According to Top Class Actions, the lawsuit was filed by Wolfire Games, William Herbert, and Daniel Escobar. Wolfire claims that they are paying "supracompetitive commissions" to Valve. Herbert and Escobar are merely PC gamers, not developers, and they claim that they have paid "supracompetitive prices for PC desktop games" that they bought on Steam.

The three groups claim that Valve "violates federal and state antitrust and unfair competition laws in its domination of the PC gaming market, and is seeking public injunctive relief and damages."

According to the claim, Valve, which was founded in 1996 by former Microsoft employees as a video game development company, has illegally monopolized the market and distorted and restrained competition through its Steam Store and Steam Gaming Platform.

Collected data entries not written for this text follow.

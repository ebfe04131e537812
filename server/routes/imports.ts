import path from 'node:path';
import type { Response } from 'express';
import { z } from 'zod';
import { plateForceKn } from '../../shared/domain/plate';
import { findProfile } from '../../shared/procedures/profiles';
import { readingsCsvToRecord } from '../../shared/records/csv';
import { readingCount } from '../../shared/records/readings';
import { RECORD_LIMITS, type TestRecord } from '../../shared/records/schema';
import { formatIssue, parseTestRecord, type RecordImport } from '../../shared/records/validate';
import { initialRunState } from '../../shared/runs/lifecycle';
import { type PlanInput, planInput } from '../../shared/schemas/plans';
import { EDITORS } from '../auth/permissions';
import { loadLocation } from '../auth/scope';
import { HttpError, badRequest } from '../http/errors';
import { route } from '../http/route';
import { singleUpload } from '../http/uploads';
import { RunRecord } from '../models/interpretation';
import { type PersistedRun, Run } from '../models/run';
import { RunEvent } from '../models/run-event';
import { TestPlan, planColumns } from '../models/test-plan';
import type { User } from '../models/user';
import { audited } from '../services/audit';

export const IMPORT_FORMATS = ['json', 'csv'] as const;
type ImportFormat = (typeof IMPORT_FORMATS)[number];

/** JSON body, or the text fields of a multipart upload (which arrive as strings). */
export const importInput = z.object({
  locationId: z.coerce.number().int().positive(),
  format: z.enum(IMPORT_FORMATS).optional(),
  content: z.string().max(RECORD_LIMITS.bytes, `at most ${RECORD_LIMITS.bytes} characters`).optional(),
  planName: z.string().trim().min(1).max(160).optional(),
});

/** The record's text and format, from the uploaded file or the `content` field. */
function importedText(body: z.infer<typeof importInput>, file: Express.Multer.File | undefined): { format: ImportFormat; text: string; fileName: string | null } {
  if (file) {
    const ext = path.extname(file.originalname).slice(1).toLowerCase();
    const format = body.format ?? (IMPORT_FORMATS as readonly string[]).find((f) => f === ext);
    if (!format) throw badRequest('file: must be a .json record or a .csv of readings', 'file');
    return { format: format as ImportFormat, text: file.buffer.toString('utf8'), fileName: file.originalname.slice(0, 200) };
  }
  if (body.content === undefined) throw badRequest('content: required (or upload a file in the field "file")', 'content');
  if (!body.format) throw badRequest('format: required: "json" or "csv"', 'format');
  return { format: body.format, text: body.content, fileName: null };
}

function parseImport(format: ImportFormat, text: string): RecordImport {
  if (format === 'csv') return readingsCsvToRecord(text);
  let json: unknown;
  try {
    json = JSON.parse(text);
  } catch (err) {
    return { ok: false, errors: [{ field: '(record)', message: `not valid JSON: ${(err as Error).message}` }], omitted: 0 };
  }
  return parseTestRecord(json);
}

/** 400 with every listed problem: `{error: {code: 'invalid_record', message, field?}, issues, omitted}`. */
function rejectRecord(res: Response, errors: RecordImport & { ok: false }): void {
  const [first] = errors.errors;
  const count = errors.errors.length + errors.omitted;
  res.status(400).json({
    error: { code: 'invalid_record', message: `${count === 1 ? 'One problem' : `${count} problems`} in the record; first: ${formatIssue(first)}`, ...(first.field ? { field: first.field } : {}) },
    issues: errors.errors,
    omitted: errors.omitted,
  });
}

const distinct = (xs: number[]) => [...new Set(xs)];

/** A user-defined ('custom') plan that describes what the record shows was done. */
export function planForRecord(record: TestRecord, name: string): PlanInput {
  const custom = findProfile('custom')!.defaults;
  const targets = (branch: string) => distinct(record.stages.filter((s) => s.branch === branch).map((s) => s.targetKpa));
  const positive = distinct(record.stages.map((s) => s.targetKpa).filter((q) => q > 0));
  const loading = targets('loading').filter((q) => q > 0);
  const reloading = targets('reloading').filter((q) => q > 0);
  const maxPressure = Math.max(0, ...record.stages.flatMap((s) => s.readings.map((r) => r.pressureKpa)));
  const draft = {
    ...custom,
    name,
    procedureId: 'custom',
    plate: { shape: record.plate.shape, sizeMm: record.plate.sizeMm, thicknessMm: 25 },
    seatingPressureKpa: record.plan?.seatingPressureKpa ?? record.stages.find((s) => s.branch === 'seating')?.targetKpa ?? 0,
    loading: { mode: 'list', pressuresKpa: (loading.length ? loading : positive).slice(0, 60) },
    unloadReload: {
      unloadKpa: targets('unloading').slice(0, 20),
      reload: reloading.length ? { mode: 'list', pressuresKpa: reloading.slice(0, 60) } : { mode: 'none' },
      repetitionsPerLevel: 1,
    },
    holdRule: record.plan?.holdRule ?? custom.holdRule,
    // The reaction is not in the record: the largest plate force of the test, rounded up, stands for it.
    reaction: { kind: 'other', capacityKn: Math.max(1, Math.ceil(plateForceKn(record.plate, maxPressure))), description: 'Not recorded (imported test)' },
    footing: record.footing ? { shape: record.footing.shape, widthM: record.footing.widthM, lengthM: null, soilBehaviour: record.footing.soilBehaviour } : null,
    notes: 'Describes an imported test record.',
  };
  const parsed = planInput.safeParse(draft);
  if (!parsed.success) {
    const issue = parsed.error.issues[0];
    throw new HttpError(400, 'invalid_record', `The record cannot be described as a plan: ${issue.path.join('.')}: ${issue.message}`);
  }
  return parsed.data;
}

export function importedRunState(record: TestRecord, nowMs: number): PersistedRun {
  const last = record.stages[record.stages.length - 1];
  return {
    lifecycle: { ...initialRunState(), phase: 'completed', stageIndex: last.index, closedReason: 'imported test record' },
    clock: { speed: 1, anchorWallMs: nowMs, anchorRunMs: nowMs },
    alarms: {},
    lastSeq: 0,
    lastSampleMs: null,
  };
}

/** Stores a validated record as a plan, a completed run and the run's record, all in one transaction. */
async function storeImport(user: User, locationId: number, record: TestRecord, source: { format: ImportFormat; fileName: string | null; planName?: string }) {
  const name = source.planName ?? `Imported test ${[record.metadata?.pit, record.metadata?.testDate].filter(Boolean).join(' ') || new Date().toISOString().slice(0, 10)}`.slice(0, 160);
  const plan = planForRecord(record, name);
  const now = new Date();
  const readings = readingCount(record);
  return audited(
    async (transaction) => {
      const created = await TestPlan.create({ locationId, ...planColumns(plan) }, { transaction });
      const run = await Run.create(
        { planId: created.id, rigId: null, status: 'completed', state: importedRunState(record, now.getTime()), startedAt: null, finishedAt: now, createdBy: user.id },
        { transaction },
      );
      await RunEvent.create(
        { runId: run.id, at: now, kind: 'imported', userId: user.id, payload: { by: { id: user.id, name: user.name }, format: source.format, fileName: source.fileName, stages: record.stages.length, readings } },
        { transaction },
      );
      await RunRecord.create({ runId: run.id, source: 'import', record }, { transaction });
      return { runId: run.id, planId: created.id, planName: created.name, stages: record.stages.length, readings };
    },
    (r) => ({ userId: user.id, entity: 'run', entityId: r.runId, action: 'imported', after: { ...r, locationId, format: source.format, fileName: source.fileName } }),
  );
}

/** 8 MB, the record's own size limit. */
const MAX_UPLOAD_BYTES = RECORD_LIMITS.bytes;

export const importRoutes = [
  route({
    method: 'post',
    path: '/api/imports',
    access: EDITORS,
    summary: 'Import a test recorded elsewhere (settlescope-record JSON or readings CSV) as a completed run',
    before: [singleUpload('file', MAX_UPLOAD_BYTES)],
    body: importInput,
    handler: async ({ body, user, req, res }) => {
      const source = importedText(body, req.file);
      try {
        await loadLocation(user!, body.locationId);
      } catch {
        throw badRequest('locationId: no such test location', 'locationId');
      }
      const parsed = parseImport(source.format, source.text);
      if (!parsed.ok) return rejectRecord(res, parsed);
      return storeImport(user!, body.locationId, parsed.record, { ...source, planName: body.planName });
    },
  }),
];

“Game publishers are forced to use the Steam Store and give Valve 30% of nearly every sale if they want to gain access to the Steam Gaming Platform—access they need in order to sell,” the claim states, adding that the Steam Gaming Platform is the most popular platform on the market with the most users.

In order to afford Valve’s 30 percent commission, game publishers have to raise prices and can no longer afford to invest in innovation and creation, according to the class action lawsuit.

“Gamers are injured by paying higher retail prices caused by Valve’s high commissions. Competition, output, and innovation are suppressed, in ways that can never be fully redressed by damages alone.”
Interestingly, Wolfire Games is still selling their titles through Steam as of this writing. I would suggest that if you have any interest in their games, be they Overgrowth or the Receiver titles, you pick them up now before they mysteriously disappear off of the platform. I can't imagine they'll be hanging around for much longer given that the developer is suing Valve.